Regarding earning a living, it would be straightforward to create a job voucher who is paid the guarded’s wages, must pay for their training and job commute, and who gets to choose the guarded’s schools and jobs. You could select this job voucher via auction as whomever is willing to pay the most to take on the role. Perhaps the voucher’s choices of schools, jobs would be constrained via limited work hours, etc.
Another outcome that seems quite feasible to incentivize is health. Using my proposed health vouchers (a.k.a. “life maintenance organizations”), for any given budget you could hold an auction to see who is willing to be that ward’s voucher using the highest health value. You’d just need to specify a few key parameters, such as values of death relative to pain and disability. A health voucher who also served as a job voucher would internalize the health-risking job dangers.
Avoiding crime and other legal liabilities can be incentivized via my proposed law vouchers. An auction could find the voucher willing to vouch for a ward for the lowest price. For this we’d just need to set a few parameters regarding the ward’s relative aversion to different forms of punishment, and relative values of privacies and freedoms.
The simplest way to indulge the ward’s desires and whims is to give them a monthly or daily budget to spend as they like, including upgrading their entertainment, clothes and housing. Another approach would be for the guarded to regularly (monthly?) set a satisfaction rating in the [0,1] range, and pay the guardian that fraction of some set amount. This gives the guardian an incentive to induce high satisfaction ratings from their ward. However if the guardian gets to see that number immediately, I fear they may use the threat of retaliation to induce high ratings. So maybe make it so guardians don’t hear about ward ratings for many years.

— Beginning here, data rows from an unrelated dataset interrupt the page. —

def test_without_a_standby_rate_standby_is_paid_the_drawn_day_rate():
    scenario = _section()
    assert scenario.operations.standby_rate is None
    drawer = CostDrawer(scenario.costs, scenario.cost_ranges(), seed=1)
    prices = PriceDraws(scenario.operations, drawer)(2, 50)
    np.testing.assert_array_equal(prices.standby_rate, prices.day_rate)
    assert prices.day_rate.shape == (50, 1) and np.unique(prices.day_rate).size == 50
    given = _section("standby_rate = 400\n")
    prices = PriceDraws(given.operations, CostDrawer(given.costs, given.cost_ranges(), seed=1))(2, 50)
    assert prices.standby_rate == 400
    ranged = _section("standby_rate = {low = 300, likely = 400, high = 600}\n")
    prices = PriceDraws(ranged.operations, CostDrawer(ranged.costs, ranged.cost_ranges(), seed=1))(2, 50)
    assert prices.standby_rate.shape == (50, 1) and (prices.standby_rate <= 600).all()
    assert not np.array_equal(prices.standby_rate, prices.day_rate)


def test_a_site_with_the_scenarios_range_draws_what_every_such_site_draws():
    text = RULES_TOML.format(day_rate="{low = 700, likely = 800, high = 1100}", extra="").replace(
        "[history]\n", '[history]\nsite_column = "site"\n') + (
        '[sites."North".operations]\nspoilage_cost = 500\n'
        '[sites."South".operations]\ncrews = 4\n'
        '[sites."West".operations]\nday_rate = {low = 900, likely = 1000, high = 1200}\n')
    scenario = scenario_from_text(text)

    def day_rates(site: str) -> np.ndarray:
        own = scenario.for_site(site)
        return PriceDraws(own.operations, CostDrawer(own.costs, own.cost_ranges(), seed=9))(0, BLOCK).day_rate

    np.testing.assert_array_equal(day_rates("North"), day_rates("South"))
    west = day_rates("West")
    assert west.min() >= 900 and not np.array_equal(west, day_rates("North"))


# ------------------------------------------------------------------------------------------------
# runs

def test_price_ranges_of_zero_width_give_the_fixed_run_byte_for_byte(tmp_path):
    text = (GOLDEN / "rules.toml").read_text()
    text, n = re.subn(r"^(day_rate|standby_rate|spoilage_cost|damages_per_day_late|unfinished_cost) = (\S+)$",
                      r"\1 = {low = \2, likely = \2, high = \2}", text, flags=re.M)
    assert n == 5
    (tmp_path / "rules.toml").write_text(text)
    (tmp_path / "history.csv").write_bytes((GOLDEN / "history.csv").read_bytes())
    result = run(read_scenario(tmp_path / "rules.toml"))
    assert result.table.to_csv(index=False, lineterminator="\n").encode() == (GOLDEN / "rules.cutoffs.csv").read_bytes()
    written = summary(result)
    golden = json.loads((GOLDEN / "rules.summary.json").read_text())
    assert len(written.pop("cost_ranges")) == n and "cost_spread" not in written
    for contents in (written, golden):
        contents["scenario"].pop("sha256")
    written["account"] = [f for f in written["account"] if f["key"] != "cost_doubt"]
    assert written == golden


RULES_TOML = """name = "Harbourside resurfacing"
currency = "EUR"
[history]
[event]
name = "wet day"
[decision]
action = "stand the crews down"
cutoffs = [0.0, 1.0, 0.05]
[costs]
hit = 1600
false_alarm = 1600
miss = 2800
correct_negative = 2400
[season]
year = 2015
months = [4, 5, 6, 7, 8, 9]
weekdays = ["mon", "tue", "wed", "thu", "fri", "sat"]
[simulation]
replicates = 600
seed = 31
block_days = 4
reference = "never_act"
{extra}
[operations]
crews = 2
crews_out_on = "not_acting"
spoiled_on = "event"
day_rate = {day_rate}
standby_rate = 400
spoilage_cost = 600
work = 180
deadline = 2015-09-18
damages_per_day_late = 1500
unfinished_cost = 2000
overtime_weekdays = ["sat"]
max_standby_days = 3
"""

PRICES = {"day_rate": "{low = 700, likely = 800, high = 1100}"}


@pytest.fixture(scope="module")
def seattle_runs():
    frame = seattle_rain()

    def one(day_rate: str, extra: str = ""):
        scenario = scenario_from_text(RULES_TOML.format(day_rate=day_rate, extra=extra)
                                      .replace("spoilage_cost = 600", "spoilage_cost = {low = 300, likely = 600, high = 1500}"
                                               if "low" in day_rate else "spoilage_cost = 600"))
        return scenario, run_history(scenario, history_from_frame(frame, scenario, label="seattle.csv"))

    scenario, drawn = one(PRICES["day_rate"])
    means = scenario.operations
    fixed_text = RULES_TOML.format(day_rate=repr(means.day_rate), extra="").replace(
        "spoilage_cost = 600", f"spoilage_cost = {means.spoilage_cost!r}")
    fixed_scenario = scenario_from_text(fixed_text)
    fixed = run_history(fixed_scenario, history_from_frame(frame, fixed_scenario, label="seattle.csv"))
    return scenario, drawn, fixed


def test_every_strategys_mean_cost_matches_the_run_at_the_pert_means(seattle_runs):
    scenario, drawn, fixed = seattle_runs
    assert scenario.operations.day_rate == pytest.approx((700 + 3200 + 1100) / 6)  # Malcolm et al. 1959
    assert scenario.operations.spoilage_cost == pytest.approx((300 + 2400 + 1500) / 6)
    pairs = [(drawn.model_cost, fixed.model_cost)] + [
        (drawn.baseline_cost[name][:, None], fixed.baseline_cost[name][:, None]) for name in drawn.baseline_cost]
    for a, b in pairs:
        difference = a - b  # the same seasons played alike: only the drawn prices differ
        se = difference.std(axis=0, ddof=1) / np.sqrt(difference.shape[0])
        assert (np.abs(difference.mean(axis=0)) <= 4.5 * se + 1e-9).all()
        assert not np.array_equal(a, b)
    # the played seasons priced again at the mean prices are the fixed run, bit for bit
    again = drawn.operations.season_cost_at()
    np.testing.assert_array_equal(again[:, : drawn.cutoffs.size], fixed.model_cost)
    np.testing.assert_array_equal(again[:, drawn.cutoffs.size:], np.stack(list(fixed.baseline_cost.values()), axis=1))


def test_the_spread_is_split_between_weather_and_prices(seattle_runs):
    _, drawn, fixed = seattle_runs
    spread, k = drawn.cost_spread, drawn.decision.recommended_index
    assert spread.total_variance == pytest.approx(np.var(drawn.model_cost[:, k], ddof=1))
    assert spread.weather_variance == pytest.approx(np.var(fixed.model_cost[:, k], ddof=1))
    assert 0 < spread.share_costs < 1 and spread.share_weather + spread.share_costs == pytest.approx(1)
    written = summary(drawn)
    assert written["cost_spread"]["cutoff"] == drawn.decision.recommended_cutoff
    assert written["cost_ranges"]["operations.day_rate"] == {"low": 700.0, "likely": 800.0, "high": 1100.0,
                                                             "mean": pytest.approx(5000 / 6)}
    said = account(written).get("cost_doubt")
    assert "from the weather" in said.sentence and "price ranges" in said.text
    assert "day rate: 700 to 1,100 EUR per crew per working day, most likely 800 EUR" in said.sentence


def test_a_stress_case_prices_the_same_drawn_prices_times_its_multipliers():
    """Every price doubled: every component of every season doubles exactly (a product with 2 is
    exact in binary floating point), so the case's costs are twice the base's only if the case
    priced the base's drawn prices (common random numbers), not draws of its own."""
    frame = seattle_rain()
    doubled = ("[[stress]]\nname = \"all prices doubled\"\noperations_multipliers = {day_rate = 2, standby_rate = 2, "
               "spoilage_cost = 2, damages_per_day_late = 2, unfinished_cost = 2}\n"
               "[[stress]]\nname = \"day rate fixed\"\noperations = {day_rate = 833.25}\n")
    text = RULES_TOML.format(day_rate=PRICES["day_rate"], extra=doubled).replace("replicates = 600", "replicates = 200")
    text = text.replace("standby_rate = 400\n", "")  # standby paid the drawn day rate, doubled with it
    scenario = scenario_from_text(text)
    result = run_history(scenario, history_from_frame(frame, scenario, label="seattle.csv"))
    k = result.decision.recommended_index
    case, fixed_day = result.stress
    view = case.views[0]
    np.testing.assert_array_equal(view.model_cost_at_base, 2 * result.model_cost[:, k])
    for name, cost in result.baseline_cost.items():
        np.testing.assert_array_equal(view.baseline_cost[name], 2 * cost)
    # a new value replaces the draw: the case is the base's seasons priced at that day rate
    prices = RulePrices.of(scenario.operations).moved(day_rate=833.25, standby_rate=833.25)
    np.testing.assert_array_equal(fixed_day.views[0].model_cost_at_base,
                                  result.operations.season_cost_at(prices)[:, k])


def test_each_site_draws_its_own_price_ranges_as_a_run_of_that_site_alone_does():
    """Many sites: a site's season costs with the scenario's price range and its own are those of a
    single-site run of its rows with the same ranges (invented correlated sites, tests/test_sites.py)."""

    from test_sites import SITES_TOML, correlated_sites

    frame = correlated_sites(20270415, years=3)
    rules = ('[operations]\ncrews = 2\ncrews_out_on = "not_acting"\nspoiled_on = "event"\n'
             "day_rate = {low = 700, likely = 800, high = 1100}\nspoilage_cost = 300\nwork = 150\n"
             "unfinished_cost = 2000\n")
    text = SITES_TOML.replace("replicates = 400", "replicates = 150") + rules
    own = "spoilage_cost = {low = 200, likely = 300, high = 700}\n"
    scenario = scenario_from_text(text + f'[sites."South".operations]\n{own}')
    assert set(scenario.cost_ranges()) == {"operations.day_rate", "sites.South.operations.spoilage_cost"}
    result = run_history(scenario, history_from_frame(frame, scenario, label="history.csv"))
    for k, name in enumerate(("North", "South")):
        alone_text = text.replace('site_column = "site"\n', "")
        if name == "South":
            alone_text = alone_text.replace("spoilage_cost = 300\n", own)
        alone_scenario = scenario_from_text(alone_text)
        rows = frame[frame["site"] == name].drop(columns="site").reset_index(drop=True)
        alone = run_history(alone_scenario, history_from_frame(rows, alone_scenario, label="history.csv"))
        site = result.sites[k]
        # a site's table leaves the money priced by [costs] on the history as it is (a single-site
        # run under [operations] empties it); the season costs are the same
        priced = [c for c in alone.table.columns if "historical" not in c and c not in ("net_benefit", "relative_value")]
        pd.testing.assert_frame_equal(site.table[priced], alone.table[priced], check_exact=True)
        np.testing.assert_array_equal(site.model_cost, alone.model_cost[:, alone.decision.recommended_index])
        assert alone.cost_spread is not None and 0 < alone.cost_spread.share_costs < 1
    written = summary(result)
    assert set(written["cost_ranges"]) == {"operations.day_rate", "sites.South.operations.spoilage_cost"}
    said = account(written).get("cost_doubt")
    assert "spoilage cost at \u201cSouth\u201d: 200 to 700 EUR per crew per spoiled day out" in said.sentence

Instead of using auctions to select vouchers for each of these roles separately, it might make more sense to use an auction to select a single guardian who embodies all of these roles. All that is needed is for each of these roles to be legally allowed, and to set a few key parameters re ward risk-aversion, and values relative to income of punishments, privacy, freedoms, whims, leisure, life, disability, and pain. Plausibly, the system could let the ward pick values for these parameters within allowed ranges. We might also let the ward choose the duration of guardian contracts, again within an allowed range.
Yes, if available we might prefer the guardian be a parent or other person who really cares about the ward. And yes of course this won’t create a perfect agent, who cares exactly about each issue in the same way that their ward does. But compared to our current system, incentivized guardians could be a big improvement.
Yes, I'm aware of how such taxes work.
The problem isn't the final asset mix; the problem is that the act of selling off the original set of assets would subject the proceeds to capital-gains taxes. The only way around this would be a change in Federal and state tax law to allow such an exchange to take place tax-free. If such a measure were proposed in Congress, I suspect that we'd hear a great deal about special tax breaks for millionaires and the pressing needs of society's most vulnerable members, and we'd wind up with a ceiling on the amount exempt from taxes, so that wards with significant assets would continue to lose heavily.